Ближняя дорога обратно в посёлок шла через сопку. Сквозь кроны лиственниц светило низкое осеннее солнце, в просветах между деревьями видно было, как сверкает, искрится Амур… Там, внизу, было затишье, а здесь, на вершине, гулял холодный ветер, раскачивая стволы лиственниц, шевелил колючие лапы стланика…
У Любаши посинели губы.
— Холодно, — жалобно сказала она.
— А чего ж ты в тайгу в одном платье отправилась? Да ещё в школьном… Смотри, порвала. Вот будет тебе от матери.
Юра снял стёганную на вате старенькую курточку и протянул Любаше.
— На́ вот, надень.
— А ты?
— Не замёрзну, не бойся.
Когда ребята подошли к школе, солнце уже почти совсем опустилось за Амур.
В коридоре не было никого. Вошёл дедушка Заксор, бросил у печки вязанку дров, эхо гулко отдалось в пустых классах.
— Чего здесь? — строго спросил сторож. — Все домой пошли. Пол чистый. Нельзя топтать.
— Дедушка, мы мох принесли, — сказала Любаша. — Между рамами класть…
— Мох? Уже не нужно. Окна заклеили, учительница ушла. Идите, идите, — выпроводил дедушка ребят.
Юра и Любаша обежали школу, заглянули в окна класса. Да, там уже были двойные рамы, между ними зеленел пушистый мох, а на нём, для красоты, лежали кисти рябины, шишечки кедрового стланика и даже два больших белых гриба…
— Ну вот, — огорчённо сказал Юра. — Всё из-за тебя.
Любаша молча сняла Юрину курточку и протянула ему.
В это время к школе подбежала Вера Николаевна. Она была бледная, встревоженная.
— Юра, Любаша… Пришли… Где же вы были? Я уж хотела людей собирать, в тайгу идти. Беги скорей домой, Любаша, там мама беспокоится.
Потом она повернулась к мальчику:
— А от тебя, Юра, я никак не ожидала. Вот уж, говорят, с кем поведёшься…
Юра шёл домой очень расстроенный, что так огорчил Веру Николаевну. Эх, не слушаться бы ему Любаши, пойти с ребятами… А если бы Любаша заблудилась? Тогда ещё хуже получилось бы. До чего же девчонка вредная!.. Может, и вправду стоит её хорошенько отколотить?

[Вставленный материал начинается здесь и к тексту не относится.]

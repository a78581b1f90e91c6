import { afterAll, beforeAll, describe, expect, test } from 'vitest';
import {
  cabinetCountsSchema,
  type CabinetPlate,
  cabinetPlateSchema,
  calibrationSchema,
  mountDetailSchema,
  mountPageSchema,
  platePageSchema,
} from '../../shared/schemas';
import { newMount, newPlate } from '../support/plates';
import { CabinetDesk, faultOf } from './support/cabinet-desk';
import { answered, call } from './support/calls';
import { type Agent, type Harness, startHarness } from './support/harness';
import { calibrationBody, makeLab, plateBody, type TestLab } from './support/lab';

let harness: Harness;
let lead: Agent;
let lab: TestLab;
let desk: CabinetDesk;
beforeAll(async () => {
  harness = await startHarness();
  lead = await harness.signIn('adaeze-holm');
  lab = await makeLab(harness, lead, 'Cabinet lab');
  desk = new CabinetDesk(harness, lead, lab.labId);
}, 60_000);
afterAll(async () => {
  await harness.close();
});

describe('a calibration', () => {
  test('of a plate that sits nowhere is refused, since its zero would hold for nothing', async () => {
    const plate = await desk.addPlate('C-1');
    await desk.change(plate.id, 'post', '/take-out', { why: 'Moved.' });
    const refused = await desk.change(plate.id, 'post', '/calibrations', calibrationBody());
    expect([refused.status, faultOf(refused.text).code]).toEqual([409, 'not-seated']);
  });

  test('from before the plate was seated as it is now is refused, in a first seat as in a later one', async () => {
    const plate = await desk.addPlate('C-0');
    const record = (measuredAt: string) =>
      desk.change(plate.id, 'post', '/calibrations', calibrationBody({ measuredAt }));
    const older = await record('2026-05-31T10:00:00Z');
    expect(faultOf(older.text).path).toBe('measuredAt');
    expect(faultOf(older.text).detail).toContain(
      'C-0 sits in M C-0 since 2026-06-01 10:00 UTC, and this is before that',
    );
    await desk.change(plate.id, 'put', '/seat', { mountId: plate.seat?.mountId, why: 'Knocked.' });
    const old = await record('2026-06-01T10:00:00Z');
    expect([old.status, faultOf(old.text).path]).toEqual([422, 'measuredAt']);
    expect((await desk.plateNow(plate.id)).calibration).toBeNull();
    expect((await record(new Date().toISOString())).status).toBe(201);
  });

  test('leaves its question open until another one settles it, and answers only what was asked', async () => {
    const plate = await desk.addPlate('C-2');
    const record = (body: unknown) =>
      call(harness, lead, 'post', desk.at(`/plates/${plate.id}/calibrations`), { body });
    const open = await answered(
      record(calibrationBody({ openQuestions: ['axis'], measuredAt: '2026-06-02T10:00:00Z' })),
      calibrationSchema,
    );
    expect((await desk.plateNow(plate.id)).health).toBe('open-question');
    const stranger = await record(calibrationBody({ settlesId: lab.version.id }));
    expect(faultOf(stranger.text).path).toBe('settlesId');
    const nothing = await record(calibrationBody({ settlesId: plate.calibration?.id ?? null }));
    expect(faultOf(nothing.text).detail).toContain('left nothing open');
    await answered(
      record(
        calibrationBody({
          settlesId: open.id,
          offsetDeg: 102.4,
          method: 'mark on the rim',
          measuredAt: '2026-06-02T11:00:00Z',
        }),
      ),
      calibrationSchema,
    );
    expect(await desk.plateNow(plate.id)).toMatchObject({
      health: 'overdue',
      calibration: { offsetDeg: 102.4 },
    });
  });

  test('that was measured before the newest one does not take its place', async () => {
    const plate = await desk.addPlate('C-3');
    await call(harness, lead, 'post', desk.at(`/plates/${plate.id}/calibrations`), {
      body: calibrationBody({ offsetDeg: 2, measuredAt: '2026-06-03T10:00:00Z' }),
    });
    await call(harness, lead, 'post', desk.at(`/plates/${plate.id}/calibrations`), {
      body: calibrationBody({ offsetDeg: 1, measuredAt: '2026-06-02T10:00:00Z' }),
    });
    expect((await desk.plateNow(plate.id)).calibration?.offsetDeg).toBe(2);
  });
});

describe('lists', () => {
  let many: TestLab;
  const page = (query: string) =>
    answered(call(harness, lead, 'get', `/labs/${many.labId}/plates?${query}`), platePageSchema);
  beforeAll(async () => {
    many = await makeLab(harness, lead, 'Lab of lists');
    const now = new Date().toISOString();
    const bodies = [
      ...[10, 2, 1].map((number) => plateBody(`L-${number}`, { serial: `S/N ${number}` })),
      plateBody('L-fresh', { calibration: { measuredAt: now } }),
      plateBody('L-open', { calibration: { measuredAt: now, openQuestions: ['axis'] } }),
      plateBody('50%_off', { kind: 'other', designWavelengthNm: 1550 }),
      { ...newPlate({ name: 'L-bare' }), seat: { kind: 'none' } },
      {
        ...newPlate({ name: 'L-new' }),
        seat: { kind: 'new-mount', mount: newMount({ name: 'M new' }), calibration: null },
      },
    ];
    for (const body of bodies) {
      await answered(call(harness, lead, 'post', `/labs/${many.labId}/plates`, { body }), cabinetPlateSchema);
    }
  }, 60_000);

  test('go by number within names, page by page, without a plate twice or none', async () => {
    const names: string[] = [];
    let cursor: string | null = '';
    while (cursor !== null) {
      const part: { items: CabinetPlate[]; nextCursor: string | null } = await page(
        `limit=3${cursor === '' ? '' : `&cursor=${cursor}`}`,
      );
      names.push(...part.items.map(({ name }) => name));
      cursor = part.nextCursor;
    }
    expect(names.filter((name) => /^L-\d/.test(name))).toEqual(['L-1', 'L-2', 'L-10']);
    expect(names.length).toBe(new Set(names).size);
    const { items: all } = await page('limit=200');
    expect(names).toEqual(all.map(({ name }) => name));
    const { items: back } = await page('limit=200&order=desc');
    expect(back.map(({ name }) => name)).toEqual(names.toReversed());
  });

  test.each(['age', 'wavelength'] as const)('sorted by %s page by page as at once', async (sort) => {
    for (const order of ['asc', 'desc']) {
      const { items } = await page(`sort=${sort}&order=${order}&limit=200`);
      const first = await page(`sort=${sort}&order=${order}&limit=4`);
      const second = await page(`sort=${sort}&order=${order}&limit=200&cursor=${first.nextCursor ?? ''}`);
      expect([...first.items, ...second.items].map(({ id }) => id)).toEqual(items.map(({ id }) => id));
    }
  });

  test('stand by their names where what they are sorted by is the same', async () => {
    const { items } = await page('sort=wavelength&limit=200');
    const byNumber = new Intl.Collator('en', { numeric: true });
    const inOrder = items.toSorted(
      (one, other) =>
        one.designWavelengthNm - other.designWavelengthNm || byNumber.compare(one.name, other.name),
    );
    expect(items.map(({ name }) => name)).toEqual(inOrder.map(({ name }) => name));
    expect(new Set(items.map(({ designWavelengthNm }) => designWavelengthNm)).size).toBeLessThan(
      items.length,
    );
  });

  test('find by name, serial and mount, taking every character as it is', async () => {
    const names = async (search: string) =>
      (await page(`search=${encodeURIComponent(search)}`)).items.map(({ name }) => name);
    expect(await names('l-1')).toEqual(['L-1', 'L-10']);
    expect(await names('S/N 2')).toEqual(['L-2']);
    expect(await names('M new')).toEqual(['L-new']);
    expect(await names('50%_')).toEqual(['50%_off']);
    expect(await names('%%%')).toEqual([]);
    expect(await names("' or 1=1 --")).toEqual([]);
  });

  test('filter by health as each plate says of itself, and the counts agree', async () => {
    const counts = await answered(
      call(harness, lead, 'get', `/labs/${many.labId}/cabinet`),
      cabinetCountsSchema,
    );
    const { items: all } = await page('limit=200');
    for (const [health, count] of Object.entries(counts.plates)) {
      const { items } = await page(`health=${health}&limit=200`);
      expect([health, items.length]).toEqual([health, count]);
      if (health !== 'retired') {
        expect(items.map(({ id }) => id)).toEqual(
          all.filter((plate) => plate.health === health).map(({ id }) => id),
        );
      }
    }
    expect(counts.plates['open-question']).toBe(1);
    expect(counts.plates['not-seated']).toBe(1);
    expect(counts.plates['not-calibrated']).toBe(1);
    expect(counts.openAxes).toBe(1);
    for (const kind of ['half', 'quarter', 'other'] as const) {
      const { items } = await page(`kind=${kind}&limit=200`);
      const inUse = Object.entries(counts.kinds[kind]).filter(([health]) => health !== 'retired');
      expect([kind, inUse.reduce((sum, [, count]) => sum + count, 0)]).toEqual([kind, items.length]);
    }
  });

  test('are counted by what a search finds', async () => {
    const counts = await answered(
      call(harness, lead, 'get', `/labs/${many.labId}/cabinet?search=l-o`),
      cabinetCountsSchema,
    );
    expect(counts.plates).toMatchObject({ 'open-question': 1, calibrated: 0, overdue: 0 });
    expect([
      counts.kinds.other['open-question'] + counts.kinds.half['open-question'],
      counts.openAxes,
    ]).toEqual([1, 1]);
  });

  test('refuse a cursor that is none of theirs, also one of another sort', async () => {
    const { nextCursor } = await page('limit=2&sort=wavelength');
    for (const query of ['cursor=bm9uc2Vuc2U', `sort=age&cursor=${nextCursor ?? ''}`, 'cursor=%00']) {
      const response = await call(harness, lead, 'get', `/labs/${many.labId}/plates?${query}`);
      expect(response.status, query).toBe(400);
    }
  });

  test.each(['name', 'plate', 'step', 'repeatability'] as const)(
    'of mounts, sorted by %s, go on page by page and back from the other end',
    async (sort) => {
      const mounts = (query: string) =>
        answered(
          call(harness, lead, 'get', `/labs/${many.labId}/mounts?sort=${sort}&${query}`),
          mountPageSchema,
        );
      const { items } = await mounts('limit=200');
      const names = items.map(({ name }) => name);
      const first = await mounts('limit=3');
      const second = await mounts(`limit=200&cursor=${first.nextCursor ?? ''}`);
      expect([...first.items, ...second.items].map(({ name }) => name)).toEqual(names);
      const back = await mounts('limit=200&order=desc');
      expect(back.items.map(({ name }) => name)).toEqual(names.toReversed());
      expect(names.length).toBeGreaterThan(5);
    },
  );

  test('of mounts say what sits where, and where it sat before', async () => {
    const list = await answered(
      call(harness, lead, 'get', `/labs/${many.labId}/mounts?state=holding&search=M L-`),
      mountPageSchema,
    );
    expect(list.items.map(({ name, plate }) => [name, plate?.name])).toContainEqual(['M L-1', 'L-1']);
    const [mount] = list.items;
    const detail = await answered(
      call(harness, lead, 'get', `/labs/${many.labId}/mounts/${mount?.id ?? ''}`),
      mountDetailSchema,
    );
    expect(detail.seats.map(({ plate, leftAt }) => [plate.name, leftAt])).toEqual([
      [mount?.plate?.name, null],
    ]);
  });
});

describe('a mount', () => {
  test('that holds a plate is not retired, and two of a name are refused', async () => {
    const plate = await desk.addPlate('M-1');
    const retire = await call(harness, lead, 'post', desk.at(`/mounts/${plate.seat?.mountId ?? ''}/retire`), {
      ifMatch: '"r1"',
    });
    expect([retire.status, faultOf(retire.text).detail]).toEqual([
      409,
      expect.stringContaining('M-1 sits in M M-1'),
    ]);
    const twice = await call(harness, lead, 'post', desk.at('/mounts'), {
      body: newMount({ name: 'm m-1' }),
    });
    expect([twice.status, faultOf(twice.text).path]).toEqual([422, 'name']);
    const withPlate = await call(harness, lead, 'post', desk.at('/plates'), {
      body: plateBody('M-2', { mount: { name: 'M M-1' } }),
    });
    expect([withPlate.status, faultOf(withPlate.text).path]).toEqual([422, 'seat.mount.name']);
  });
});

Любаша поджидала его за углом. Опять не послушалась Веру Николаевну, ведь ей велели домой идти.
— Попало тебе? — спросила девочка не то злорадно, не то сочувственно.
— А ты как думала? — Юра смотрел в сторону, глаза его подозрительно блестели.
Любаша пошла с ним рядом.
— Юра, а Юра… Знаешь что? Я про границу на парте сегодня понарошке сказала. Пускай не будет границы, ладно?
Тёплая краюшка (повесть)
Отъезд
Подошёл контейнер, стали грузить вещи. Валил сырой мартовский снег, и Раиса Фёдоровна кричала, чтобы грузчики не ставили мебель на землю, пусть как вынесут из подъезда — сразу в контейнер.
Обалделая кошка металась по разорённым комнатам; она даже не мяукала, а урчала утробным голосом. Кошка была умная, понимала: хозяева уезжают. А что будет с нею и, главное, с её котятами? У тумбочки письменного стола распахнулась дверца, кошка юркнула туда, потом выскочила и стала таскать в тумбочку котят.
Тоня с Илюшкой жалостливо смотрели на неё.
— Пусть едут? — тихо, чтобы не слышала мама, спросил Илюшка.